The issue of “gay marriage”—that is, an attempted marriage between homosexuals (two men to each other, or two women to each other) is becoming more timely and controversial across the United States, with opinion polls suggesting that even a majority of Catholics are in favor of legalization. However, homosexual “marriage” is a moral and philosophical impossibility, in that it violates God’s law (as given in Scripture and the teaching of the Church), and contradicts or prevents one of the fundamental ends of marriage—the procreation of children.
There are also three other vitally important reasons why same-sex marriage must be legally and politically resisted: its disastrous effects on society, on children, and on religious freedom.
In regard to societal effects, every culture that actively endorsed homosexuality soon afterwards fell or collapsed. An even worse fate is reserved for societies allowing men to marry other men, and women to marry women. According to the “Babylonian Talmud” (the book of Jewish rabbis’ interpretations of Scripture, written 1000 years before Christ), there has so far been only one other age of history allowing homosexual marriage: in the days of Noah, just before the Great Flood.

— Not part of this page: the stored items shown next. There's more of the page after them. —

// Tests for sketch/minhash.h.
//
// Outside reference: the MinHash estimator is unbiased with
// Var = J(1-J)/K, i.e. K*Jhat ~ Binomial(K, J) (Broder 1997, "On the
// resemblance and containment of documents" [V, abstract]; variance restated in
// Ertl 2017, arXiv:1706.05698 sec. 1.1 [V]). One-permutation hashing with
// optimal densification claims the same collision probability and variance
// (Shrivastava 2017, arXiv:1703.04664 [V]). b-bit compaction: Li & Koenig
// 2010 (unbiased for any b [V]; the 2^-b chance agreement for sparse sets is
// from memory, unverified).
#include "sketch/minhash.h"

#include <gtest/gtest.h>

#include <algorithm>
#include <cmath>
#include <random>
#include <string>
#include <vector>

#include "sketch/minhash_paths.h"
#include "sketch/mix.h"

namespace prefsift::sketch {
namespace {

struct PairStats {
  double mean = 0;
  double sd = 0;
};

// Builds a random set pair with |A u B| = union_size and exact Jaccard
// round(J*U)/U, signs both and returns mean and sd of the estimate.
PairStats Measure(double j, uint32_t union_size, uint32_t k, int trials, bool compact,
                  uint64_t seed, double* exact_j) {
  std::mt19937_64 rng(seed);
  const auto inter = static_cast<uint32_t>(std::lround(j * union_size));
  *exact_j = static_cast<double>(inter) / union_size;
  const uint32_t only = (union_size - inter) / 2;  // split the rest evenly
  const uint32_t only_b = union_size - inter - only;
  MinHashParams params;
  params.num_slots = k;
  double sum = 0;
  double sum_sq = 0;
  std::vector<uint64_t> a;
  std::vector<uint64_t> b;
  std::vector<uint64_t> sa(k);
  std::vector<uint64_t> sb(k);
  std::vector<uint8_t> ca(k);
  std::vector<uint8_t> cb(k);
  for (int t = 0; t < trials; ++t) {
    a.clear();
    b.clear();
    for (uint32_t i = 0; i < inter; ++i) {
      const uint64_t x = rng();
      a.push_back(x);
      b.push_back(x);
    }
    for (uint32_t i = 0; i < only; ++i) a.push_back(rng());
    for (uint32_t i = 0; i < only_b; ++i) b.push_back(rng());
    params.seed = rng();
    Sign(a, params, sa);
    Sign(b, params, sb);
    double est;
    if (compact) {
      Compact(sa, ca);
      Compact(sb, cb);
      est = EstimateJaccardCompact(ca, cb);
    } else {
      est = EstimateJaccard(sa, sb);
    }
    sum += est;
    sum_sq += est * est;
  }
  PairStats s;
  s.mean = sum / trials;
  s.sd = std::sqrt(std::max(0.0, sum_sq / trials - s.mean * s.mean));
  return s;
}

// Mean within 5 standard errors of the mean (SE = sqrt(J(1-J)/K)/sqrt(T));
// sd within 10% of sqrt(J(1-J)/K) (the sd of a sample sd is about
// sd/sqrt(2T) = 1.6% at T = 2000, so 10% is > 6 of those: not flaky, and tight
// enough to catch a wrong construction, which typically is off by 20% or more).
void CheckEstimator(uint32_t union_size, uint32_t k, bool compact) {
  constexpr int kTrials = 2000;
  uint64_t seed = 1000 + union_size + k + (compact ? 7 : 0);
  for (double j : {0.1, 0.3, 0.5, 0.8, 0.9}) {
    double exact = 0;
    const PairStats s = Measure(j, union_size, k, kTrials, compact, seed++, &exact);
    const double sd_theory = std::sqrt(exact * (1 - exact) / k);
    SCOPED_TRACE("J=" + std::to_string(exact) + " U=" + std::to_string(union_size) +
                 " K=" + std::to_string(k) + (compact ? " compact" : " full"));
    EXPECT_NEAR(s.mean, exact, 5 * sd_theory / std::sqrt(double{kTrials}));
    // b-bit: Var = P(1-P)/(K (1-2^-b)^2) with P = J + (1-J)/256 (Li & Koenig).
    double sd_expected = sd_theory;
    if (compact) {
      const double p = exact + (1 - exact) / 256.0;
      sd_expected = std::sqrt(p * (1 - p) / k) / (1 - 1.0 / 256.0);
    }
    EXPECT_NEAR(s.sd / sd_expected, 1.0, 0.10) << "sd " << s.sd << " expected " << sd_expected;
  }
}

// Sets much larger than K: no empty bins.
TEST(MinHashEstimator, LargeSetsK128) { CheckEstimator(4000, 128, false); }
TEST(MinHashEstimator, LargeSetsK256Compact) { CheckEstimator(4000, 256, true); }
// Sets of about K elements: many empty bins, densification does the work.
TEST(MinHashEstimator, SmallSetsDensifiedK128) { CheckEstimator(100, 128, false); }
TEST(MinHashEstimator, SmallSetsDensifiedK256Compact) { CheckEstimator(200, 256, true); }

TEST(MinHash, IdenticalSetsAgreeEverywhere) {
  const std::vector<uint64_t> a = {1, 2, 3, 4, 5};
  const std::vector<uint64_t> b = {5, 4, 3, 2, 1, 1, 2};  // order and repeats ignored
  const MinHashParams params;
  EXPECT_EQ(Sign(a, params), Sign(b, params));
  EXPECT_DOUBLE_EQ(EstimateJaccard(Sign(a, params), Sign(b, params)), 1.0);
}

TEST(MinHash, SingleShingleFillsAllSlots) {
  const std::vector<uint64_t> a = {42};
  const auto sig = Sign(a, MinHashParams{});
  for (uint64_t v : sig) EXPECT_EQ(v, sig[0]);
}

TEST(MinHash, DeterministicGivenSeed) {
  ShingleOptions so;
  MinHashParams p1;
  std::vector<uint8_t> x(p1.num_slots);
  std::vector<uint8_t> y(p1.num_slots);
  const std::string text = "please summarise the following article about river pollution";
  SignTextCompact(text, so, p1, x);
  SignTextCompact(text, so, p1, y);
  EXPECT_EQ(x, y);
  const auto sh = Shingles(text, so);
  EXPECT_EQ(Sign(sh, p1), Sign(sh, p1));
  MinHashParams p2 = p1;
  p2.seed = p1.seed + 1;
  EXPECT_NE(Sign(sh, p1), Sign(sh, p2));
  SignTextCompact(text, so, p2, y);
  EXPECT_NE(x, y);
  // Golden values (recorded from this implementation, not an outside source):
  // they pin the hash construction so stored signatures stay comparable
  // across builds and machines. Changing them is a format change.
  const uint64_t a = 0xb80312d9a63eaec1ULL;
  const uint64_t b = 0x5542633757a10eccULL;
  const uint64_t c = 0xdc3940cb185ad697ULL;
  EXPECT_EQ(Sign(std::vector<uint64_t>{1, 2, 3}, MinHashParams{8, 99}),
            (std::vector<uint64_t>{a, b, b, c, c, a, c, a}));
  EXPECT_EQ(WordNgramHashes("one two three four five six", 5, 0),
            (std::vector<uint64_t>{0xbb8dea4e5fb90f4cULL, 0xca69351988b99c51ULL}));
}

TEST(MinHash, CompactCorrectionIsExactAtTheEnds) {
  EXPECT_DOUBLE_EQ(CompactMatchesToJaccard(256, 256), 1.0);
  EXPECT_DOUBLE_EQ(CompactMatchesToJaccard(1, 256), 0.0);
  EXPECT_DOUBLE_EQ(CompactMatchesToJaccard(0, 256), 0.0);  // clamped
}

}  // namespace
}  // namespace prefsift::sketch

namespace prefsift::sketch {
namespace {

TEST(MinHash, ManyTextsSameForAnyThreadCount) {
  std::vector<std::string> texts;
  for (int i = 0; i < 500; ++i) {
    texts.push_back("prompt number " + std::to_string(i) + " asks about item " +
                    std::to_string(i * 7 % 13) + " and nothing else at all");
  }
  texts.push_back("我们今天去公园散步然后在湖边吃了午饭");
  texts.push_back("");
  std::vector<std::string_view> views(texts.begin(), texts.end());
  const MinHashParams mp;
  const ShingleOptions so;
  std::vector<uint8_t> one(views.size() * mp.num_slots);
  std::vector<uint8_t> two(one.size());
  std::vector<uint8_t> seven(one.size());
  SignTextsCompact(views, so, mp, 1, one);
  SignTextsCompact(views, so, mp, 2, two);
  SignTextsCompact(views, so, mp, 7, seven);
  EXPECT_EQ(one, two);
  EXPECT_EQ(one, seven);
  std::vector<uint8_t> single(mp.num_slots);
  SignTextCompact(views[501], so, mp, single);
  EXPECT_TRUE(std::equal(single.begin(), single.end(), one.begin() + 501 * mp.num_slots));
}

}  // namespace
}  // namespace prefsift::sketch

namespace prefsift::sketch {
namespace {

// Inverse of Mix (sketch/mix.h) by inverting each step: the xor-shifts by 33
// undo themselves, the odd multipliers have inverses mod 2^64 (Newton's
// iteration, each step doubling the correct low bits). It lets a test choose
// a shingle whose mixed value is any word it likes.
uint64_t InverseOdd(uint64_t a) {
  uint64_t x = a;  // a * a = 1 mod 8: three correct bits
  for (int i = 0; i < 5; ++i) x *= 2 - a * x;
  return x;
}
uint64_t Unmix(uint64_t x) {
  x ^= x >> 33;
  x *= InverseOdd(0xc4ceb9fe1a85ec53ULL);
  x ^= x >> 33;
  x *= InverseOdd(0xff51afd7ed558ccdULL);
  x ^= x >> 33;
  return x;
}

// n random shingles with the awkward cases mixed in: repeats, UINT64_MAX, small
// values, and the shingle whose mixed value is UINT64_MAX, the word that marks
// an empty bin (Sign moves it one below).
std::vector<uint64_t> AwkwardShingles(std::mt19937_64& rng, size_t n, uint64_t seed) {
  std::vector<uint64_t> v;
  v.reserve(n);
  for (size_t i = 0; i < n; ++i) {
    const uint64_t r = rng();
    switch (r % 16) {
      case 0: v.push_back(UINT64_MAX); break;
      case 1: v.push_back(Unmix(UINT64_MAX) ^ Mix(seed)); break;
      case 2: v.push_back(r >> 61); break;
      case 3:
      case 4: v.push_back(v.empty() ? r : v[(r >> 8) % v.size()]); break;
      default: v.push_back(rng()); break;
    }
  }
  return v;
}

// Slot counts the plans accept: near 8..4096, leakage 16..1024 (any integer),
// with the defaults 256 and 128 and the edges of 64-bin blocks.
const std::vector<uint32_t> kSlotCounts = {8,   9,   16,  17,  63,  64,  65,  100, 127, 128,
                                           129, 200, 255, 256, 257, 512, 1000, 1024, 4096};

std::vector<size_t> InputSizes(uint32_t k) { return {0, 1, 2, 3, 5, 8, k / 2, k, 4 * size_t{k}}; }

TEST(MinHash, AwkwardShinglesHitTheEmptyMarker) {
  EXPECT_EQ(Unmix(Mix(0x0123456789abcdefULL)), 0x0123456789abcdefULL);
  const uint64_t seed = MinHashParams{}.seed;
  EXPECT_EQ(Mix(Unmix(UINT64_MAX) ^ Mix(seed) ^ Mix(seed)), UINT64_MAX);
}

// Pins the signatures of the awkward inputs to the values the code gave before
// the signing paths were added (recorded from commit 3423dc6's Sign, not an
// outside source): the paths and the reference must all keep them.
TEST(MinHash, AwkwardInputsKeepTheirRecordedSignatures) {
  std::mt19937_64 rng(20261203);
  uint64_t digest = 0;
  for (uint32_t k : kSlotCounts) {
    for (size_t n : InputSizes(k)) {
      for (int t = 0; t < 3; ++t) {
        const MinHashParams params{k, rng()};
        const auto in = AwkwardShingles(rng, n, params.seed);
        for (uint64_t v : Sign(in, params)) digest = Mix(digest ^ v);
      }
    }
  }
  EXPECT_EQ(digest, 0x879bc14b499c551cULL);
}

// Differential test of the signing paths. The method is Shrivastava 2017
// (arXiv:1703.04664); what is checked here is not the paper but exact
// agreement with the project's own plain implementation, SignReference:
// every path this CPU runs (scalar always; AVX2 and AVX-512 where present)
// must give the same 64-bit slots and the same compact bytes on thousands of
// seeded random inputs, for every slot count the plans accept.
std::vector<detail::SignPath> AvailablePaths() {
  std::vector<detail::SignPath> paths;
  for (auto p : {detail::SignPath::kScalar, detail::SignPath::kAvx2, detail::SignPath::kAvx512}) {
    if (detail::SignPathAvailable(p)) paths.push_back(p);
  }
  return paths;
}

struct PathGuard {
  ~PathGuard() { detail::ResetSignPath(); }
};

void ExpectPathsAgree(uint32_t k, int trials, uint64_t rng_seed) {
  std::mt19937_64 rng(rng_seed);
  PathGuard guard;
  std::vector<uint64_t> want(k), got(k);
  std::vector<uint8_t> want_compact(k), got_compact(k);
  for (size_t n : InputSizes(k)) {
    for (int t = 0; t < trials; ++t) {
      // A few seeds repeat so that the cached probes are reused, not only made.
      const MinHashParams params{k, t % 4 == 0 ? 7 : rng()};
      const auto in = AwkwardShingles(rng, n, params.seed);
      SignReference(in, params, want);
      Compact(want, want_compact);
      for (detail::SignPath path : AvailablePaths()) {
        detail::ForceSignPath(path);
        SCOPED_TRACE("K=" + std::to_string(k) + " n=" + std::to_string(n) + " trial " + std::to_string(t) +
                     " path " + std::to_string(static_cast<int>(path)));
        std::fill(got.begin(), got.end(), 0x5a5a5a5a5a5a5a5aULL);  // stale values must not survive
        Sign(in, params, got);
        ASSERT_EQ(got, want);
        std::fill(got_compact.begin(), got_compact.end(), 0x5a);
        SignCompact(in, params, got_compact);
        ASSERT_EQ(got_compact, want_compact);
      }
    }
  }
}

TEST(MinHashPaths, ScalarIsAlwaysAvailable) {
  EXPECT_TRUE(detail::SignPathAvailable(detail::SignPath::kScalar));
  EXPECT_TRUE(detail::SignPathAvailable(detail::CurrentSignPath()));
}

TEST(MinHashPaths, AgreeWithReferenceUpTo256Slots) {
  for (uint32_t k : kSlotCounts) {
    if (k <= 256) ExpectPathsAgree(k, 200, 100 + k);
  }
}

TEST(MinHashPaths, AgreeWithReferenceAbove256Slots) {
  for (uint32_t k : kSlotCounts) {
    if (k > 256) ExpectPathsAgree(k, k >= 4096 ? 4 : 20, 100 + k);
  }
}

// Every K from 1 to 300 (the wide paths' edge at 256 and every block
// remainder), fewer inputs each.
TEST(MinHashPaths, AgreeWithReferenceForEveryKUpTo300) {
  for (uint32_t k = 1; k <= 300; ++k) ExpectPathsAgree(k, 6, 7000 + k);
}

// The near and leakage stages sign alternately with K = 256 and 128; more
// (seed, K) pairs than a thread caches must still give the same slots.
TEST(MinHashPaths, AlternatingSeedsAndSlotCountsAgree) {
  std::mt19937_64 rng(42);
  PathGuard guard;
  for (detail::SignPath path : AvailablePaths()) {
    detail::ForceSignPath(path);
    for (int t = 0; t < 300; ++t) {
      const MinHashParams params{t % 2 == 0 ? 256u : 128u + static_cast<uint32_t>(t % 7), static_cast<uint64_t>(t % 9)};
      const auto in = AwkwardShingles(rng, 1 + rng() % 80, params.seed);
      std::vector<uint64_t> want(params.num_slots);
      SignReference(in, params, want);
      ASSERT_EQ(Sign(in, params), want) << "path " << static_cast<int>(path) << " trial " << t;
    }
  }
}

}  // namespace
}  // namespace prefsift::sketch
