// Any JSON value as short text, never raw JSON: numbers formatted, arrays of
// scalars joined, objects as "key: value" pairs.
std::string Plain(const Json& v) {
  if (v.is_null()) return "none";
  if (v.is_boolean()) return v.get<bool>() ? "yes" : "no";
  if (v.is_number()) return Fmt(v.get<double>());
  if (v.is_string()) return v.get<std::string>();
  std::string o;
  if (v.is_array()) {
    for (const auto& e : v) o += (o.empty() ? "" : ", ") + Plain(e);
    return o.empty() ? "none" : o;
  }
  for (auto it = v.begin(); it != v.end(); ++it) o += (o.empty() ? "" : "; ") + it.key() + ": " + Plain(it.value());
  return o.empty() ? "none" : o;
}

// The raw figure for a data-* attribute (JSON text of a number, or the string).
std::string Raw(const Json& v) { return v.is_string() ? v.get<std::string>() : v.dump(); }

std::string Attr(const char* name, const std::string& value) { return std::string(" ") + name + "=\"" + Esc(value) + "\""; }

// ---------------------------------------------------------------- charts

struct Row {
  std::string label;
  double value = 0;
  std::string note;    // shown right of the bar; default: the value
  std::string colour;  // palette hex
};

// Horizontal bars, one per row.
std::string HBars(const std::vector<Row>& rows) {
  double max = 0;
  for (const auto& r : rows) max = std::max(max, r.value);
  const int label_w = 240, bar_w = 330, row_h = 24, w = label_w + bar_w + 330;
  const int h = static_cast<int>(rows.size()) * row_h + 8;
  std::string s = "<svg viewBox=\"0 0 " + std::to_string(w) + " " + std::to_string(h) +
                  "\" width=\"100%\" role=\"img\" aria-hidden=\"true\" preserveAspectRatio=\"xMinYMin meet\">";
  for (size_t i = 0; i < rows.size(); ++i) {
    const Row& r = rows[i];
    int y = static_cast<int>(i) * row_h + 4;
    double len = max > 0 ? r.value / max * bar_w : 0;
    if (r.value > 0 && len < 2) len = 2;
    s += "<text x=\"" + std::to_string(label_w - 8) + "\" y=\"" + std::to_string(y + 16) +
         "\" text-anchor=\"end\" class=\"lbl\">" + Esc(r.label) + "</text>";
    s += "<rect class=\"mark\" x=\"" + std::to_string(label_w) + "\" y=\"" + std::to_string(y + 3) + "\" width=\"" +
         Num(len, 1) + "\" height=\"" + std::to_string(row_h - 8) + "\" fill=\"" + r.colour + "\"><title>" +
         Esc(r.label + ": " + Fmt(r.value)) + "</title></rect>";
    s += "<text x=\"" + Num(label_w + len + 6, 1) + "\" y=\"" + std::to_string(y + 16) + "\" class=\"val\">" +
         Esc(r.note.empty() ? Fmt(r.value) : r.note) + "</text>";
  }
  return s + "</svg>";
}

struct Series {
  std::string name;
  std::vector<double> values;  // one per category
  std::string colour;
};

// Vertical grouped bars: categories along x, one bar per series in each;
// `expected` (one per category, optional) is drawn as a dashed line.
std::string Grouped(const std::vector<std::string>& cats, const std::vector<Series>& series, bool percent,
                    const std::string& y_title, const std::vector<double>& expected = {}) {
  double max = 0;
  for (const auto& se : series) {
    for (double v : se.values) max = std::max(max, v);
  }
  for (double v : expected) max = std::max(max, v);
  if (max <= 0) max = 1;
  {  // a round axis maximum: 1, 2, 2.5 or 5 times a power of ten, times 4 ticks
    double step = max / 4, p = std::pow(10.0, std::floor(std::log10(step)));
    double nice = step <= p ? p : step <= 2 * p ? 2 * p : step <= 2.5 * p ? 2.5 * p : step <= 5 * p ? 5 * p : 10 * p;
    max = nice * 4;
  }
  int legend_w = 60;
  for (const auto& se : series) legend_w += 24 + 8 * static_cast<int>(se.name.size()) + 14;
  const int left = 60, top = 30, plot_h = 190, bottom = 46;
  const int group_w = std::max(36, std::min(110, static_cast<int>(640 / std::max<size_t>(1, cats.size()))));
  const int plot_w = group_w * static_cast<int>(cats.size());
  const int w = std::max(left + plot_w + 20, legend_w), h = top + plot_h + bottom;
  std::string s = "<svg viewBox=\"0 0 " + std::to_string(w) + " " + std::to_string(h) + "\" width=\"" +
                  std::to_string(std::min(100, w * 100 / 800)) +
                  "%\" role=\"img\" aria-hidden=\"true\" preserveAspectRatio=\"xMinYMin meet\">";
  int lx = left;
  for (const auto& se : series) {
    s += "<rect x=\"" + std::to_string(lx) + "\" y=\"6\" width=\"12\" height=\"12\" fill=\"" + se.colour + "\"/>";
    s += "<text x=\"" + std::to_string(lx + 16) + "\" y=\"16\" class=\"lbl\">" + Esc(se.name) + "</text>";
    lx += 24 + 8 * static_cast<int>(se.name.size()) + 14;
  }
  for (int t = 0; t <= 4; ++t) {
    double v = max * t / 4;
    int y = top + plot_h - plot_h * t / 4;
    s += "<line x1=\"" + std::to_string(left) + "\" x2=\"" + std::to_string(left + plot_w) + "\" y1=\"" +
         std::to_string(y) + "\" y2=\"" + std::to_string(y) + "\" class=\"grid\"/>";
    s += "<text x=\"" + std::to_string(left - 6) + "\" y=\"" + std::to_string(y + 4) +
         "\" text-anchor=\"end\" class=\"tick\">" + (percent ? Num(100 * v, v < 0.1 && v > 0 ? 1 : 0) + "%" : Fmt(v)) +
         "</text>";
  }
  s += "<text x=\"12\" y=\"" + std::to_string(top + plot_h / 2) + "\" class=\"tick\" transform=\"rotate(-90 12 " +
       std::to_string(top + plot_h / 2) + ")\" text-anchor=\"middle\">" + Esc(y_title) + "</text>";
  const double bw = (group_w - 10.0) / std::max<size_t>(1, series.size());
  for (size_t c = 0; c < cats.size(); ++c) {
    int gx = left + static_cast<int>(c) * group_w + 5;
    for (size_t k = 0; k < series.size(); ++k) {
      double v = c < series[k].values.size() ? series[k].values[c] : 0;
      double bh = v / max * plot_h;
      if (v > 0 && bh < 1) bh = 1;
      s += "<rect class=\"mark\" x=\"" + Num(gx + k * bw, 1) + "\" y=\"" + Num(top + plot_h - bh, 1) + "\" width=\"" +
           Num(std::max(1.0, bw - 2), 1) + "\" height=\"" + Num(bh, 1) + "\" fill=\"" + series[k].colour +
           "\"><title>" + Esc(series[k].name + ", " + cats[c] + ": " + (percent ? Num(100 * v, 1) + "%" : Fmt(v))) +
           "</title></rect>";
    }
    if (c < expected.size()) {
      double y = top + plot_h - expected[c] / max * plot_h;
      s += "<line x1=\"" + std::to_string(gx) + "\" x2=\"" + std::to_string(gx + group_w - 10) + "\" y1=\"" + Num(y, 1) +
           "\" y2=\"" + Num(y, 1) + "\" class=\"expected\" stroke=\"" + ColourOf("measure") + "\"/>";
    }
    s += "<text x=\"" + std::to_string(gx + (group_w - 10) / 2) + "\" y=\"" + std::to_string(top + plot_h + 16) +
         "\" text-anchor=\"middle\" class=\"tick\">" + Esc(cats[c]) + "</text>";
  }
  s += "<line x1=\"" + std::to_string(left) + "\" x2=\"" + std::to_string(left + plot_w) + "\" y1=\"" +
       std::to_string(top + plot_h) + "\" y2=\"" + std::to_string(top + plot_h) + "\" class=\"axis\"/>";
  return s + "</svg>";
}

According to Rabbi Aryeh Spero, this sin “in and of itself is so contrary to why God created the world, so contrary to the order of God’s nature, that God said then and there ‘I have to start all over . . . to annihilate the world and start from the beginning.’” This historical event, along with the destruction of Sodom and Gomorrah, suggests that crossing certain moral lines can have calamitous results. (The commentary on the Talmud also gives new meaning to Our Lord’s words in Mt. 24:37: “As it was in the days of Noah, so it will be at the coming of the Son of Man.”)
Secondly, the psychological health of children requires that they have, whenever possible, one mother and one father—but, in the words of Archbishop Salvatore Cordileone of San Francisco, “To legalize marriage between two people of the same sex would enshrine in the law the principle that mothers and fathers are interchangeable or irrelevant.” Many same-sex couples either raise the biological children of one partner, or seek to legally “adopt” children (as a further legal and societal validation of their status). However, this is often harmful to the children involved. According to a recent sociological study, 12% of children brought up by same-sex couples end up considering suicide as teens or adults (compared to 5% of children with heterosexual parents); 40% eventually commit infidelity in marriage (compared to 13%); they are more likely to be unemployed (28% vs. 8%); more likely to seek help from a psychotherapist (19% vs. 8%); and more likely to catch a venereal disease (40% vs. 8%). Overall, such children become adults who are statistically less healthy, poorer, and more likely to commit criminal offenses—in addition to being much more likely to suffer depression.
Thus, in no sense is same-sex marriage beneficial to any children involved. Moreover, homosexual activists often claim their goal of introducing gay education in the public school system isn’t an attempt to indoctrinate children, but simply an effort to teach them tolerance. However, according to one candid homosexual journalist, “That’s a lie. We want educators to teach future generations of children to accept queer sexuality. In fact, our very future depends on it” (Daniel Valarreal, in a May 12, 2011 article in the online journal Queerty).
What about religious freedom? If same-sex marriage is legalized, will the rights of those who refuse to endorse it for religious reasons be respected? Not if the situation in Canada is any indication. Canadian law does allow clergy to refuse to perform gay marriages, but that’s virtually the only legal protection they have regarding this issue; if a pastor preaches a sermon, or a bishop writes a pastoral letter, defending the traditional understanding of marriage and presenting the Biblical teaching on the immorality of homosexual acts, he is subject to the scrutiny of “human rights” commissions, which frequently leads to legal penalties, with no hope of appeal. Moreover, Canadian parents objecting to gay indoctrination in public schools have been told by judges that they had no right to remove their children from such instruction.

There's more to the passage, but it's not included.